Frame construction The Speedwell titanium frame was quickly followed by versions from German bike manufacturer Flema and the fabled Teledyne Titan from the US. The Teledyne frame was carefully designed to combat titanium’s known deficiency when compared to steel, and it featured slightly oversized tubes to add stiffness. Its titanium fork and slender rear stays ensured that the Teledyne provided a “comfortable” ride, but it suffered from random breakages just as the US bike boom of the day came to an end. Regarded as soft, expensive, and fragile, titanium bikes faded from the public imagination until the mid-1980s when the metal’s reputation was rescued by US firms Merlin Metalworks and Litespeed.
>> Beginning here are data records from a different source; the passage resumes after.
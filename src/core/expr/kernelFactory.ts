/**
 * Evaluation kernels of expression models: a JavaScript function generated
 * from whitelisted source (see `compile.ts`), or mathjs `compile` with a
 * scope per point when code generation is not allowed.
 */
import { compile } from 'mathjs';
import type { MathNode } from 'mathjs';

/** Writes model values (or k values per point, row-major) for parameters p at points x. */
export type Kernel = (p: Float64Array, x: Float64Array, out: Float64Array) => void;

/**
 * Builds a kernel writing `exprs.length` values per point (row-major) from
 * whitelisted JS expressions over q0…q(k−1) (parameters), v0… (variables)
 * and the per-point declarations `prelude` (see `SharedTerms`).
 */
export function generate(
  k: number,
  nv: number,
  indexed: boolean,
  exprs: string[],
  cols: (ArrayLike<number> | null)[],
  prelude: readonly string[] = []
): Kernel {
  const body =
    exprs.length === 1
      ? [`    out[i] = ${exprs[0]};`]
      : [`    const o = i * ${exprs.length};`, ...exprs.map((e, j) => `    out[o + ${j}] = ${e};`)];
  return build(k, nv, indexed, cols, prelude, 'p, x, out', body) as Kernel;
}

function build(
  k: number,
  nv: number,
  indexed: boolean,
  cols: (ArrayLike<number> | null)[],
  prelude: readonly string[],
  signature: string,
  body: string[]
): unknown {
  const lines: string[] = ['"use strict";', `return function (${signature}) {`];
  for (let j = 0; j < k; j++) {
    lines.push(`  const q${j} = p[${j}];`);
  }
  lines.push('  const n = x.length;', '  for (let i = 0; i < n; i++) {');
  if (indexed) {
    lines.push('    const ix = x[i];');
    for (let v = 0; v < nv; v++) {
      lines.push(`    const v${v} = c${v}[ix];`);
    }
  } else {
    lines.push('    const v0 = x[i];');
  }
  lines.push(...prelude.map((l) => `    ${l}`), ...body, '  }', '};');
  const argNames = cols.map((_, v) => `c${v}`);
  const factory = new Function(...argNames, lines.join('\n')) as (...c: unknown[]) => unknown;
  return factory(...cols.map((c) => (c ? Float64Array.from(c) : null)));
}

function scopeFor(
  p: Float64Array,
  x: Float64Array,
  i: number,
  parameters: string[],
  variables: string[],
  constants: Record<string, number>,
  cols: (ArrayLike<number> | null)[]
): Record<string, number> {
  const scope: Record<string, number> = { ...constants };
  parameters.forEach((name, j) => {
    scope[name] = p[j];
  });
  variables.forEach((name, v) => {
    const c = cols[v];
    scope[name] = c ? c[x[i]] : x[i];
  });
  return scope;
}

/** Fallback when generated functions are not allowed: mathjs compiled evaluation per point. */
export function interpret(
  node: MathNode,
  parameters: string[],
  variables: string[],
  constants: Record<string, number>,
  cols: (ArrayLike<number> | null)[]
): Kernel {
  return interpretMany([node], parameters, variables, constants, cols);
}

export function interpretMany(
  nodes: MathNode[],
  parameters: string[],
  variables: string[],
  constants: Record<string, number>,
  cols: (ArrayLike<number> | null)[]
): Kernel {
  const compiled = nodes.map((nd) => compile(nd.toString()));
  return (p, x, out) => {
    for (let i = 0; i < x.length; i++) {
      const scope = scopeFor(p, x, i, parameters, variables, constants, cols);
      compiled.forEach((c, j) => {
        const v: unknown = c.evaluate(scope);
        out[i * compiled.length + j] = typeof v === 'number' ? v : Number.NaN;
      });
    }
  };
}

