import { describe, expect, it } from 'vitest';
import {
  landauThermalHysteresis,
  landauFieldLoop,
  landauBranches,
  followPath,
  landauDerived,
  linspace
} from '../../../src/core/physics/index';
import type { ILandauCoefficients, ILandauPath } from '../../../src/core/physics/index';

const FIRST: ILandauCoefficients = { a: 0.5, b: -2, c: 4, T0: 100 }; // REFERENCE.md C5
const SECOND: ILandauCoefficients = { a: 0.5, b: 2, c: 0, T0: 100 };

/** Largest |Δψ| between consecutive states, excluding recorded jumps. */
function maxStepAwayFromJumps(p: ILandauPath): number {
  const jumpIdx = new Set(p.jumps.map(j => j.index));
  let m = 0;
  for (let i = 1; i < p.points.length; i++) {
    if (!jumpIdx.has(i)) {
      m = Math.max(m, Math.abs(p.points[i].psi - p.points[i - 1].psi));
    }
  }
  return m;
}

describe('Landau paths and hysteresis', () => {
  it('heating follows the ordered branch to T**, cooling the disordered one to T0', () => {
    const d = landauDerived(FIRST);
    const hy = landauThermalHysteresis(FIRST, 99, 101.5, 2501);
    expect(hy.convention).toBe('L');
    expect(hy.heating.jumps.length).toBe(1);
    expect(hy.cooling.jumps.length).toBe(1);
    const up = hy.heating.jumps[0];
    const down = hy.cooling.jumps[0];
    // jumps happen at the first grid state beyond the spinodal (grid step 1e-3)
    expect(up.T).toBeGreaterThan(d.Tsuperheat - 1e-9);
    expect(up.T - d.Tsuperheat).toBeLessThan(1e-3 + 1e-9);
    expect(down.T).toBeLessThanOrEqual(d.T0);
    expect(d.T0 - down.T).toBeLessThan(1e-3 + 1e-9);
    // before the heating jump the ordered minimum is followed into its metastable range
    expect(up.psiBefore).toBeGreaterThan(0.49);
    expect(up.psiAfter).toBe(0);
    expect(down.psiAfter).toBeCloseTo(Math.sqrt(2 / 4), 6);
    // metastable states appear on both legs between T1 and the spinodals
    expect(hy.heating.points.some(p => p.kind === 'metastable' && p.T > d.Ttransition)).toBe(true);
    expect(hy.cooling.points.some(p => p.kind === 'metastable' && p.T < d.Ttransition)).toBe(true);
    // equilibrium jumps at T1
    const eq = hy.equilibrium;
    for (const p of eq) {
      if (p.T < d.Ttransition - 1e-9) {
        expect(p.psi).toBeGreaterThan(0.6);
      } else if (p.T > d.Ttransition + 1e-9) {
        expect(p.psi).toBe(0);
      }
      expect(p.kind).toBe('stable');
    }
    // the equilibrium (global) free energy is never above the occupied state of either sweep
    hy.heating.points.forEach((p, i) => {
      expect(hy.equilibrium[i].F).toBeLessThanOrEqual(p.F + 1e-15);
      const c = hy.cooling.points[hy.cooling.points.length - 1 - i];
      expect(c.T).toBeCloseTo(p.T, 12);
      expect(hy.equilibrium[i].F).toBeLessThanOrEqual(c.F + 1e-15);
    });
    // branches continuous away from the jumps
    expect(maxStepAwayFromJumps(hy.heating)).toBeLessThan(0.02);
    expect(maxStepAwayFromJumps(hy.cooling)).toBeLessThan(0.02);
  });

  it('a second-order transition has no hysteresis and no jumps', () => {
    const hy = landauThermalHysteresis(SECOND, 95, 105, 1001);
    expect(hy.heating.jumps.length).toBe(0);
    expect(hy.cooling.jumps.length).toBe(0);
    hy.heating.points.forEach((p, i) => {
      expect(p.psi).toBeCloseTo(hy.cooling.points[hy.cooling.points.length - 1 - i].psi, 12);
    });
  });

  it('field loop below T0 jumps at the intrinsic coercive field and is symmetric', () => {
    // [REFERENCE.md C5: first-order example at T = 99, E_c = 0.4211856711]
    const loop = landauFieldLoop(FIRST, 99, 1, 20001);
    expect(loop.jumps.length).toBe(2);
    const [j1, j2] = loop.jumps;
    expect(j1.h).toBeGreaterThan(0.4211856711);
    expect(j1.h - 0.4211856711).toBeLessThan(1e-4 + 1e-9);
    expect(j2.h).toBeCloseTo(-j1.h, 12);
    expect(j1.psiBefore).toBeLessThan(0);
    expect(j1.psiAfter).toBeGreaterThan(0);
    expect(maxStepAwayFromJumps(loop)).toBeLessThan(0.01);
  });

  it('double loops for T1 < T < T_cp: field-induced ordering jumps on each side', () => {
    const d = landauDerived(FIRST);
    const T = 0.5 * (d.Ttransition + d.criticalEndPoint.T);
    const loop = landauFieldLoop(FIRST, T, 0.3, 6001);
    // four jumps: up/down on the positive side and on the negative side
    expect(loop.jumps.length).toBe(4);
    const above = landauFieldLoop(FIRST, d.criticalEndPoint.T + 0.2, 0.3, 3001);
    expect(above.jumps.length).toBe(0);
  });

  it('branch listing gives every stationary point with its kind; states can be arbitrary (T, h) sequences', () => {
    const Ts = linspace(99, 101, 21);
    const br = landauBranches(FIRST, Ts, Ts.map(() => 0));
    expect(br.filter(p => p.kind === 'stable').length).toBe(21);
    const path = followPath(FIRST, [99, 99.5, 100.2, 100.4], [0, 0.01, 0.02, 0]);
    expect(path.points.length).toBe(4);
    expect(() => followPath(FIRST, [1, 2], [0])).toThrow();
    expect(() => linspace(0, 1, 1)).toThrow();
  });
});
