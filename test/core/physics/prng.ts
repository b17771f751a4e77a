/** Seeded PRNG for tests: mulberry32 uniform + Box–Muller normal deviates. */
export function mulberry32(seed: number): () => number {
  let a = seed >>> 0;
  return () => {
    a = (a + 0x6d2b79f5) >>> 0;
    let t = a;
    t = Math.imul(t ^ (t >>> 15), t | 1);
    t ^= t + Math.imul(t ^ (t >>> 7), t | 61);
    return ((t ^ (t >>> 14)) >>> 0) / 4294967296;
  };
}

/** Standard normal generator from a seed. */
export function normal(seed: number): () => number {
  const u = mulberry32(seed);
  return () => {
    const u1 = Math.max(u(), 1e-300);
    const u2 = u();
    return Math.sqrt(-2 * Math.log(u1)) * Math.cos(2 * Math.PI * u2);
  };
}

/** Relative difference |a − b|/|b|. */
export function rel(a: number, b: number): number {
  return Math.abs(a - b) / Math.abs(b);
}
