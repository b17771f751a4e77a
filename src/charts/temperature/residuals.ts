/**
 * Residuals of a fit against x: (y − model)/σ when the points have σ, with
 * a zero rule and shaded bands at ±1σ and ±2σ (about 68 % and 95 % of the
 * points of a good fit with Gaussian errors fall inside them), else the raw
 * residuals y − model in the unit of y with the zero rule only.
 */
import type { ChartLayer } from '../frame';
import { layeredChart } from '../frame';
import type { IChartTheme } from '../theme';
import type { ISweepChart } from '../sweeps/common';
import { finite, fmt } from '../sweeps/common';
import type { ITemperatureChartOptions } from './common';
import { drawnRows, reducedNote, titleLines } from './common';

/** Input of {@link buildResidualSpec}. */
export interface IResidualInput {
  x: ArrayLike<number>;
  /** y − model at each x. */
  residuals: ArrayLike<number>;
  /** Standard uncertainty of each y; residuals are divided by it where it is finite and positive. */
  sigma?: ArrayLike<number>;
  xTitle: string;
}

/** Options of {@link buildResidualSpec}. */
export interface IResidualChartOptions extends ITemperatureChartOptions {
  /** Unit of y, shown on the axis of raw residuals ('' or omitted: none). */
  yUnit?: string;
}

/** Name of the residual points' dataset, with rows {@link residualRows}: a drawn view takes new residuals in place. */
export const RESIDUAL_DATA = 'residuals';

/** The rows of the residual points: (x, residual or residual/σ, row), reduced like the chart's. */
export function residualRows(input: Omit<IResidualInput, 'xTitle'>, options: { maxPoints?: number } = {}): { x: number; r: number; row: number }[] {
  return residualValues(input, options).points;
}

function residualValues(input: Omit<IResidualInput, 'xTitle'>, options: { maxPoints?: number }) {
  const { x, residuals } = input;
  const n = Math.min(x.length, residuals.length);
  const sigma = input.sigma;
  const usable = (i: number): boolean => sigma !== undefined && i < sigma.length && finite(sigma[i]) && sigma[i] !== 0;
  let normalised = false;
  for (let i = 0; i < n && !normalised; i++) {
    normalised = usable(i) && finite(x[i]) && finite(residuals[i] / Math.abs(sigma![i]));
  }
  const value = new Float64Array(n);
  for (let i = 0; i < n; i++) {
    value[i] = normalised ? (usable(i) ? residuals[i] / Math.abs(sigma![i]) : Number.NaN) : residuals[i];
  }
  const { rows, total } = drawnRows(x, value, () => true, options.maxPoints);
  const points = Array.from(rows, i => ({ x: x[i], r: value[i], row: i }));
  return { n, normalised, value, rows, total, points };
}

/** Builds the residual chart; empty or non-finite input gives an empty chart saying so. */
export function buildResidualSpec(input: IResidualInput, theme: IChartTheme, options: IResidualChartOptions = {}): ISweepChart {
  const { x } = input;
  const { n, normalised, value, rows, total, points } = residualValues(input, options);
  let beyond = 0;
  if (normalised) {
    for (let i = 0; i < n; i++) {
      if (finite(x[i]) && Math.abs(value[i]) > 2) {
        beyond++;
      }
    }
  }
  const unit = (options.yUnit ?? '').trim();
  const yTitle = normalised ? '(y − model)/σ' : unit ? `y − model (${unit})` : 'y − model';
  const layer: ChartLayer[] = [];
  if (normalised) {
    layer.push(
      {
        data: { values: [{ lo: -2, hi: 2 }] },
        mark: { type: 'rect', color: theme.accent, opacity: 0.08 },
        encoding: { y: { field: 'lo', type: 'quantitative' }, y2: { field: 'hi' } }
      },
      {
        data: { values: [{ lo: -1, hi: 1 }] },
        mark: { type: 'rect', color: theme.accent, opacity: 0.12 },
        encoding: { y: { field: 'lo', type: 'quantitative' }, y2: { field: 'hi' } }
      }
    );
  }
  layer.push(
    {
      data: { values: [{ zero: 0 }] },
      mark: { type: 'rule', color: theme.text, strokeWidth: 1, opacity: 0.7 },
      encoding: { y: { field: 'zero', type: 'quantitative' } }
    },
    {
      data: { name: RESIDUAL_DATA, values: points },
      mark: { type: 'point', filled: true, size: 30, color: theme.accent, opacity: 0.9, tooltip: true },
      encoding: {
        x: { field: 'x', type: 'quantitative', title: input.xTitle, scale: { zero: false } },
        y: { field: 'r', type: 'quantitative', title: yTitle },
        tooltip: [
          { field: 'row', type: 'quantitative', title: 'row' },
          { field: 'x', type: 'quantitative', title: input.xTitle, format: '.6~g' },
          { field: 'r', type: 'quantitative', title: yTitle, format: '.4~g' }
        ]
      }
    }
  );
  const title = normalised ? 'Normalised residuals' : 'Residuals';
  let caption: string;
  if (total === 0) {
    caption = 'No residuals to draw';
  } else if (normalised) {
    const share = fmt((100 * beyond) / total, 2);
    const left = n - total;
    caption =
      `${total} residuals divided by σ; ${beyond} beyond ±2σ (${share} %, about 5 % for a good fit with Gaussian errors)` +
      (left > 0 ? `; ${left} rows without a finite residual or σ left out` : '') +
      reducedNote(rows.length, total);
  } else {
    caption = `${total} residuals y − model${unit ? ` in ${unit}` : ''}; no σ, so not normalised` + reducedNote(rows.length, total);
  }
  return {
    spec: layeredChart(layer, {
      description: `${title} against ${input.xTitle}${normalised ? ' with bands at ±1σ and ±2σ' : ''} and a rule at zero. ${caption}`,
      theme,
      title: titleLines(title, caption, options),
      height: options.height
    }),
    rows: points.length + layer.length - 1,
    title,
    caption
  };
}
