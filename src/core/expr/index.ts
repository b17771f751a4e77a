/**
 * User expression models for the fit engine (normalised notation, mathjs
 * parsing with our own messages, whitelisted compilation, symbolic
 * Jacobians), their inspection before a fit and automatic start values.
 */
export { parseExpressionModel, prepareExpression } from './expressionModel';
export type { IExpressionModel, IExpressionModelOptions, IPreparedExpression } from './expressionModel';
export {
  ExpressionError,
  normalizeExpressionText,
  normalizeWithMap,
  splitEquation,
  FUNCTION_ALIASES
} from './normalize';
export type { INormalizedText, IEquationText } from './normalize';
export { SUPPORTED_FUNCTIONS } from './compile';
export { PRECISE_FUNCTIONS } from './precise';
export { inspectExpression } from './inspect';
export type { IExpressionInspection, IInspectOptions } from './inspect';
export { guessStarts, GUESS_EVALUATIONS, GUESS_POINTS } from './guess';
export type { IStartGuess } from './guess';
export { variableNamesFromHeader, columnKey } from './names';
export { DERIVATIVE_NODE_BUDGET } from './derivative';
export { compileFreeEnergy, typedErrorText, ORDER_PARAMETER_NAMES } from './free-energy';
export type { ICompiledFreeEnergy } from './free-energy';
The first to manufacture road bike frames using butted titanium tubes, Merlin also built the first using the important 3Al–2.5V titanium alloy, which forms the bulk of production today. Raced by American road cyclist Greg LeMond and his Z Team in the 1991 Tour de France, the Merlin Extra Light realized the material’s potential. By this time Litespeed had built enough of a reputation for titanium fabrication and welding that Italian frame building maestro Irio Tommasini sent a craftsman to the factory to find out how it was done. Titanium’s glory years followed as teams such as the French GAN rode titanium road and time trial bikes on the European professional race scene, and titanium gurus such as Scot Nicol of the US Ibis created an aura of exclusivity around high-cost frames. The peak hit in 1998, when Swiss cyclist Alex Zuelle raced a Litespeed Vortex in the Tour de France and US contender Lance Armstrong rode the same firm’s Blade in that year’s world time trial championship. 22

THE BIKE DECONSTRUCTED

Pricing Within a few years, titanium stopped being the pro racer’s choice on performance grounds and prices slumped as low-cost frames from Eastern Europe and China arrived. Its special qualities remain, however, and a number of smaller companies have steadily rebuilt its reputation. The high cost of titanium until the end of the 1990s ensured that titanium frames remained for the well-heeled while the aura of the US brands deterred small-scale producers from entering the market. With the drop in the cost of raw materials and rising demand, firms such as Enigma, UK, and Van Nicholas, Netherlands, have since broadened titanium’s appeal by building anything from touring bikes to full-on racing machines. Enigma’s entry into bespoke manufacture has put the titanium frame buyer in the same position as one looking at steel; able to specify the small details that make a road bike more than simply a fine high-performance machine.